# the earth as viewed from a spaceship



## younghon

형용사, 과거분사 :

The English language as (it is) spoken in America. -p.p.

← it is는 관용적으로 생략한다.

the earth as viewed from a spaceship. -p.p.

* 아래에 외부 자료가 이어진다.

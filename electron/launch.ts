// `npm start`: builds the renderer, then opens Stemline in its Electron window, or,
// where no Electron binary is installed, says so in one line and serves the same
// renderer and handlers in the browser on 127.0.0.1, keeping projects in a workspace
// folder: the one named on the command line (`npm start -- ~/lettering`), or else the
// directory `npm start` was run from. The address printed carries the run's key
// (browser-access.ts): only a browser given that address is answered.
import { spawn, spawnSync } from 'node:child_process';
import { join, resolve } from 'node:path';
import { build } from 'vite';
import { locateElectron } from './locate-electron.ts';
import { startBrowserHost } from './browser-host.ts';
import { PROJECT_ROOT, RENDERER_BUILD_DIR } from './project-paths.ts';

/** Browser-mode port unless STEMLINE_PORT says otherwise; a free one is taken if busy. */
const DEFAULT_BROWSER_PORT = 5731;

/**
 * The browser-mode workspace: the folder named on the command line, relative to where
 * `npm start` was typed, or that directory itself. npm runs scripts in the package's
 * folder and records the caller's directory in INIT_CWD.
 */
function workspaceFolder(): string {
  const from = process.env.INIT_CWD ?? process.cwd();
  const named = process.argv[2];
  return named === undefined ? from : resolve(from, named);
}

async function main(): Promise<void> {
  await build({ configFile: join(PROJECT_ROOT, 'renderer', 'vite.config.ts'), logLevel: 'warn' });
  const electron = locateElectron();
  if (electron.found) {
    compileElectronShell();
    const child = spawn(electron.binary, [PROJECT_ROOT], { stdio: 'inherit' });
    child.on('exit', (code) => process.exit(code ?? 0));
    return;
  }
  console.log(`Electron is not available here (${electron.reason}); serving Stemline in the browser instead.`);
  const workspace = workspaceFolder();
  const host = await startOnFreePort(Number(process.env.STEMLINE_PORT ?? DEFAULT_BROWSER_PORT), workspace);
  console.log(`Stemline is running at ${host.url}  (open this address, key included, in Chromium, Firefox or another browser on this computer; Ctrl+C stops it)`);
  console.log(`Projects are opened from and saved to ${workspace}`);
}

function compileElectronShell(): void {
  const tsc = join(PROJECT_ROOT, 'node_modules', '.bin', 'tsc');
  const result = spawnSync(tsc, ['-p', join(PROJECT_ROOT, 'electron', 'tsconfig.json')], { stdio: 'inherit' });
  if (result.status !== 0) throw new Error('Building the Electron shell failed (see the messages above).');
}

async function startOnFreePort(port: number, workspace: string) {
  try {
    return await startBrowserHost(RENDERER_BUILD_DIR, port, { workspace });
  } catch (error) {
    if ((error as NodeJS.ErrnoException).code !== 'EADDRINUSE') throw error;
    return startBrowserHost(RENDERER_BUILD_DIR, 0, { workspace });
  }
}

main().catch((error: unknown) => {
  console.error(error instanceof Error ? error.message : String(error));
  process.exit(1);
});
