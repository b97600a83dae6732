// Serves an already built renderer in browser mode: `tsx electron/serve-browser.ts
// --port N [--workspace DIR] [--app-folder DIR] [--untitled-folder DIR]`. Used by the
// Playwright suite's web server and by anyone who wants the browser host without a
// rebuild. Projects are kept in the workspace folder (default: the current directory).
// The run's key is random unless the environment variable STEMLINE_BROWSER_TOKEN gives
// one (the test harness does, so its browser can send it); it is never taken from the
// command line, where other users of the machine could read it.
import { startBrowserHost } from './browser-host.ts';
import { RENDERER_BUILD_DIR } from './project-paths.ts';

/** The environment variable that may carry the run's key. */
const TOKEN_VARIABLE = 'STEMLINE_BROWSER_TOKEN';

function flag(name: string): string | undefined {
  const at = process.argv.indexOf(name);
  return at >= 0 ? process.argv[at + 1] : undefined;
}

const portFlag = flag('--port');
const port = portFlag === undefined ? 0 : Number(portFlag);
if (!Number.isInteger(port) || port < 0 || port > 65535) {
  console.error('--port takes a whole number from 0 to 65535.');
  process.exit(2);
}
const untitledFolder = flag('--untitled-folder');
const demo = process.argv.includes('--no-demo') ? { demoFolder: null } : {};
const appFolder = flag('--app-folder');
const token = process.env[TOKEN_VARIABLE];
startBrowserHost(RENDERER_BUILD_DIR, port, {
  workspace: flag('--workspace') ?? process.cwd(),
  ...(untitledFolder === undefined ? {} : { untitledFolder }),
  ...(appFolder === undefined ? {} : { appFolder }),
  ...(token === undefined || token === '' ? {} : { token }),
  ...demo,
}).then(
  (host) => console.log(`Stemline is running at ${host.url}`),
  (error: unknown) => {
    console.error(error instanceof Error ? error.message : String(error));
    process.exit(1);
  },
);
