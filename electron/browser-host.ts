// The browser-mode host: serves the built renderer and answers its intents over
// HTTP on the loopback interface, through the same `invokeHandler` the Electron
// shell uses. It lets the app run where no Electron binary is installed, and lets
// Playwright drive the real UI against the real handlers. Projects are read and
// written only inside its workspace folder, named when it starts (the page has no
// native file dialog: it lists the workspace's projects itself). Only this machine,
// only the page's own origin, and only holders of the run's key are answered
// (browser-access.ts); every file carries the page's Content-Security-Policy.
import { createServer, type IncomingMessage, type Server, type ServerResponse } from 'node:http';
import { readFile, stat } from 'node:fs/promises';
import { dirname, join, resolve } from 'node:path';
import { invokeHandler } from './handlers.ts';
import { HandlerError } from './handler-error.ts';
import { projectAccess, type HostContext } from './host-context.ts';
import { realWorkspace, workspacePlaces } from './places/workspace-places.ts';
import { appDataFolder, untitledRecoveryFolder } from './places/app-data-folder.ts';
import { RecentProjects, recentProjectsPath } from './places/recent-projects.ts';
import { NO_WINDOW } from './host-context.ts';
import { checkAccess, newRunToken, TOKEN_PATTERN } from './browser-access.ts';
import { contentTypeOf, rendererFileFor } from './renderer-files.ts';
import { pageSecurityHeaders } from './shell/content-security-policy.ts';
import type { IntentName } from './api-contract.ts';
import { MAX_FONT_ARGUMENT_CHARACTERS } from './font-arguments.ts';
import { MAX_DECODE_SCAN_REQUEST_CHARACTERS } from './scan-decode-handler.ts';

/** Only the loopback interface: the host must never be reachable from another machine. */
export const LOOPBACK_ADDRESS = '127.0.0.1';

/** Largest request body accepted by the intent endpoint for intents that carry small JSON. */
const MAX_REQUEST_BYTES = 1 << 20;

/**
 * Largest body of an intent that carries a whole project (with its scan embedded:
 * tens of MiB for a 600-dpi page). 256 MiB, half the largest project file: the body
 * must become one JavaScript string (V8 caps strings near 2^29 characters) and is
 * parsed into a second copy.
 */
export const MAX_PROJECT_REQUEST_BYTES = 256 * 1024 * 1024;

/** The intents whose body is a project. */
const PROJECT_CARRYING: ReadonlySet<string> = new Set<IntentName>(['saveProject', 'saveProjectAs', 'autosaveProject']);

/** The intents whose body is a font's glyphs, taken up to MAX_FONT_ARGUMENT_CHARACTERS bytes (font-arguments.ts). */
const FONT_CARRYING: ReadonlySet<string> = new Set<IntentName>(['buildProofFont', 'exportFont']);

/** The largest request body taken for `intent`. */
function bodyLimitFor(intent: string): number {
  if (PROJECT_CARRYING.has(intent)) return MAX_PROJECT_REQUEST_BYTES;
  if (FONT_CARRYING.has(intent)) return MAX_FONT_ARGUMENT_CHARACTERS;
  // A scan file the page cannot decode, in base64 (scan-decode-handler.ts).
  if (intent === 'decodeScan') return MAX_DECODE_SCAN_REQUEST_CHARACTERS;
  return MAX_REQUEST_BYTES;
}

/** Where the browser host keeps projects. */
export interface BrowserHostPlaces {
  /** The workspace folder: the only folder projects are opened from and saved to. */
  workspace: string;
  /**
   * The host's per-user folder (the recent projects; the recovery copies unless `untitledFolder`
   * says otherwise). Default: the folder holding `untitledFolder` when that is given, else app-data-folder.ts's.
   */
  appFolder?: string;
  /** Where the autosaved copies of projects never saved go; default the app folder's (app-data-folder.ts). */
  untitledFolder?: string;
  /** The demo's sheets: absent, the ones shipped with Stemline; null, no demo (the window starts on an empty project). */
  demoFolder?: string | null;
  /** The run's key; default a new random one. Tests and the browser-test harness pass their own. */
  token?: string;
}

/** A request body over its limit. */
class BodyTooLarge extends Error {
  constructor(readonly limit: number) {
    super('request too large');
  }
}

export interface BrowserHost {
  server: Server;
  /** The page's address, key included: http://127.0.0.1:PORT/KEY/ */
  url: string;
  /** The address without the key (requests to it need the key in a header). */
  origin: string;
  /** The run's key. */
  token: string;
  close(): Promise<void>;
}

/**
 * Starts serving `rendererDir` (the output of the renderer build) and the intent
 * endpoint `POST /api/<intent>` on 127.0.0.1:`port` (0 picks a free port), with
 * projects kept in `places.workspace`. Throws, saying what to do, when the renderer
 * is not built or the workspace is not a folder.
 */
export async function startBrowserHost(rendererDir: string, port: number, places: BrowserHostPlaces): Promise<BrowserHost> {
  const root = resolve(rendererDir);
  await assertRendererBuilt(root);
  const workspace = await realWorkspace(places.workspace);
  const token = places.token ?? newRunToken();
  if (!TOKEN_PATTERN.test(token)) throw new Error('The browser host\'s key must be 32 to 128 letters, digits, "-" or "_". Leave it unset to get a random one.');
  const appFolder = resolve(places.appFolder ?? (places.untitledFolder === undefined ? appDataFolder() : dirname(resolve(places.untitledFolder))));
  const context: HostContext = {
    host: 'browser',
    projects: projectAccess(workspacePlaces(workspace), resolve(places.untitledFolder ?? untitledRecoveryFolder(appFolder))),
    ...(places.demoFolder === undefined ? {} : { demoFolder: places.demoFolder }),
    recent: new RecentProjects(recentProjectsPath(appFolder)),
    window: NO_WINDOW,
  };
  let authority = '';
  const server = createServer((request, response) => {
    const verdict = checkAccess({ url: request.url ?? '/', headers: request.headers }, authority, token);
    if (!verdict.allowed) {
      request.resume();
      // A page asked for by a browser gets the message as text, an intent as the renderer's error.
      if (request.method === 'GET' || request.method === 'HEAD') sendText(response, verdict.status, verdict.message);
      else sendJson(response, verdict.status, { error: { kind: 'forbidden', message: verdict.message } });
      return;
    }
    if (verdict.path === '') {
      // The key without its slash: the page's relative addresses need /KEY/ (308 Permanent Redirect, RFC 9110 §15.4.9).
      response.writeHead(308, { location: `/${token}/`, 'cache-control': 'no-store' });
      response.end();
      return;
    }
    route(root, context, verdict.path, request, response).catch((error: unknown) => {
      sendJson(response, 500, { error: { kind: 'internal', message: `The host failed: ${String(error)}` } });
    });
  });
  await new Promise<void>((resolveListen, rejectListen) => {
    server.once('error', rejectListen);
    server.listen(port, LOOPBACK_ADDRESS, () => resolveListen());
  });
  const address = server.address();
  const boundPort = typeof address === 'object' && address ? address.port : port;
  authority = `${LOOPBACK_ADDRESS}:${boundPort}`;
  return {
    server,
    url: `http://${authority}/${token}/`,
    origin: `http://${authority}/`,
    token,
    close: () => new Promise((done) => server.close(() => done())),
  };
}

async function assertRendererBuilt(root: string): Promise<void> {
  try {
    await stat(join(root, 'index.html'));
  } catch {
    throw new Error(`The renderer has not been built (no ${join(root, 'index.html')}). Run "npm run build" first.`);
  }
}

/** Serves `path` (the request path, the run's key taken off). */
async function route(root: string, context: HostContext, path: string, request: IncomingMessage, response: ServerResponse): Promise<void> {
  if (path.startsWith('/api/')) {
    await answerIntent(path.slice('/api/'.length), context, request, response);
    return;
  }
  if (request.method !== 'GET' && request.method !== 'HEAD') {
    sendJson(response, 405, { error: { kind: 'method', message: 'Only GET is served here.' } });
    return;
  }
  await serveFile(root, path, response);
}

async function answerIntent(intent: string, context: HostContext, request: IncomingMessage, response: ServerResponse): Promise<void> {
  if (request.method !== 'POST') {
    sendJson(response, 405, { error: { kind: 'method', message: 'Intents are sent with POST.' } });
    return;
  }
  let args: unknown;
  try {
    args = JSON.parse((await readBody(request, bodyLimitFor(intent))) || 'null');
  } catch (error) {
    if (error instanceof BodyTooLarge) {
      sendJson(response, 413, { error: { kind: 'bad-arguments', message: `The request is larger than the ${error.limit / 2 ** 20} MiB the browser host takes, so it was refused. ${FONT_CARRYING.has(intent) ? 'A font this large needs fewer points: refit its most detailed glyphs with a larger tolerance.' : intent === 'decodeScan' ? 'Save the scan compressed (Group 4 for a 1-bit scan, LZW or Deflate for grey), at a lower resolution, or cropped.' : 'A project this large needs smaller scans (a lower resolution or a cropped sheet).'}` } });
      return;
    }
    sendJson(response, 400, { error: { kind: 'bad-arguments', message: 'The request body was not valid JSON.' } });
    return;
  }
  try {
    const result = await invokeHandler(intent, args, context);
    sendJson(response, 200, { result });
  } catch (error) {
    if (error instanceof HandlerError) {
      sendJson(response, 400, { error: error.toPayload() });
      return;
    }
    throw error;
  }
}

function readBody(request: IncomingMessage, limit: number): Promise<string> {
  return new Promise((resolveBody, rejectBody) => {
    const chunks: Buffer[] = [];
    let size = 0;
    let refused = false;
    request.on('data', (chunk: Buffer) => {
      if (refused) return;
      size += chunk.length;
      if (size > limit) {
        // Stop keeping the body but let it drain, so the refusal reaches the page.
        refused = true;
        chunks.length = 0;
        rejectBody(new BodyTooLarge(limit));
        return;
      }
      chunks.push(chunk);
    });
    request.on('end', () => resolveBody(Buffer.concat(chunks).toString('utf8')));
    request.on('error', rejectBody);
  });
}

async function serveFile(root: string, pathname: string, response: ServerResponse): Promise<void> {
  const filePath = rendererFileFor(root, pathname);
  if (filePath === null) {
    sendJson(response, 403, { error: { kind: 'forbidden', message: 'Outside the app.' } });
    return;
  }
  try {
    const body = await readFile(filePath);
    response.writeHead(200, { ...pageSecurityHeaders(), 'content-type': contentTypeOf(filePath), 'cache-control': 'no-store' });
    response.end(body);
  } catch {
    sendJson(response, 404, { error: { kind: 'not-found', message: `No such file: ${pathname}` } });
  }
}

function sendText(response: ServerResponse, status: number, message: string): void {
  response.writeHead(status, { ...pageSecurityHeaders(), 'content-type': 'text/plain; charset=utf-8', 'cache-control': 'no-store' });
  response.end(`${message}\n`);
}

function sendJson(response: ServerResponse, status: number, body: unknown): void {
  response.writeHead(status, { ...pageSecurityHeaders(), 'content-type': 'application/json; charset=utf-8', 'cache-control': 'no-store' });
  response.end(JSON.stringify(body));
}
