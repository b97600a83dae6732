// `npm start`: builds the renderer, then opens Stemline in its Electron window, or,
// where no Electron binary is installed, says so in one line and serves the same
// renderer and handlers in the browser on 127.0.0.1.
import { spawn, spawnSync } from 'node:child_process';
import { join } from 'node:path';
import { build } from 'vite';
import { locateElectron } from './locate-electron.ts';
import { startBrowserHost } from './browser-host.ts';
import { PROJECT_ROOT, RENDERER_BUILD_DIR } from './project-paths.ts';

/** Browser-mode port unless STEMLINE_PORT says otherwise; a free one is taken if busy. */
const DEFAULT_BROWSER_PORT = 5731;

async function main(): Promise<void> {
  await build({ configFile: join(PROJECT_ROOT, 'renderer', 'vite.config.ts'), logLevel: 'warn' });
  const electron = locateElectron();
  if (electron.found) {
    compileElectronShell();
    const child = spawn(electron.binary, [PROJECT_ROOT], { stdio: 'inherit' });
    child.on('exit', (code) => process.exit(code ?? 0));
    return;
  }
  console.log(`Electron is not available here (${electron.reason}); serving Stemline in the browser instead.`);
  const host = await startOnFreePort(Number(process.env.STEMLINE_PORT ?? DEFAULT_BROWSER_PORT));
  console.log(`Stemline is running at ${host.url}  (open it in Chromium, Firefox or another browser; Ctrl+C stops it)`);
}

function compileElectronShell(): void {
  const tsc = join(PROJECT_ROOT, 'node_modules', '.bin', 'tsc');
  const result = spawnSync(tsc, ['-p', join(PROJECT_ROOT, 'electron', 'tsconfig.json')], { stdio: 'inherit' });
  if (result.status !== 0) throw new Error('Building the Electron shell failed (see the messages above).');
}

async function startOnFreePort(port: number) {
  try {
    return await startBrowserHost(RENDERER_BUILD_DIR, port);
  } catch (error) {
    if ((error as NodeJS.ErrnoException).code !== 'EADDRINUSE') throw error;
    return startBrowserHost(RENDERER_BUILD_DIR, 0);
  }
}

main().catch((error: unknown) => {
  console.error(error instanceof Error ? error.message : String(error));
  process.exit(1);
});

우주선에서 바라본 지구. ← it is는 관용적으로 생략한다.

Q: 위와 같은 유형으로서 spoken, viewed와 같은 과거분사와 형용사를 쓸 수 있다고 했는데
형용사를 쓴 문장을 하나 알고 싶습니다.
검사합니다!


----------



## Rance

형용사가 여기선 관형사격인  adjective를 뜻하는 건가요?
위와 같은 유형이면 위와 같은 as의 활용법을 말씀하시는 건가요?
그리고 보다 자세한 이해를 위해 문장 전체를 주셨으면 합니다.


----------



## younghon

예를 들어서 사전이나 검색 등에서 찾을 수가 없어서 제가 영작한 문장인데요.  
The tank as useful in Korean terrian.
이전 질문에서 spoken이나 viewed자리에 useful을 넣어서 영작한 것입니다.
제가 영작한 문장이 맞는지요?


----------



## Rance

제가 보기에는 틀립니다.
조동사 be와 동사 be를 같이 취급하시면 안됩니다.
The tank as being useful in Korean terrain가 올바른 형태로 보이는군요.
여기서 as를 conjunction으로 보고 it is 를 생략한 형태로 봐도 무방하고 
adverb로서 as + participle/preposition형태의 관용구로 볼 수도 있습니다.
그냥 쉽게 후자로 생각하시고 쓰시는 편이 좋지 싶군요.


----------



## younghon

Thank you very much for your kind answer! Have a good day!


----------



## Curiosity777

younghon said:


> 예를 들어서 사전이나 검색 등에서 찾을 수가 없어서 제가 영작한 문장인데요.
> The tank as useful in Korean terrian.
> 이전 질문에서 spoken이나 viewed자리에 useful을 넣어서 영작한 것입니다.
> 제가 영작한 문장이 맞는지요?



The tank as useful in Korean terrain.

The tank as useful 관련해서 문법적으로 틀린게 전혀없습니다.
오히려 The tank as being useful in Korean terrain 이라고 하면 틀립니다.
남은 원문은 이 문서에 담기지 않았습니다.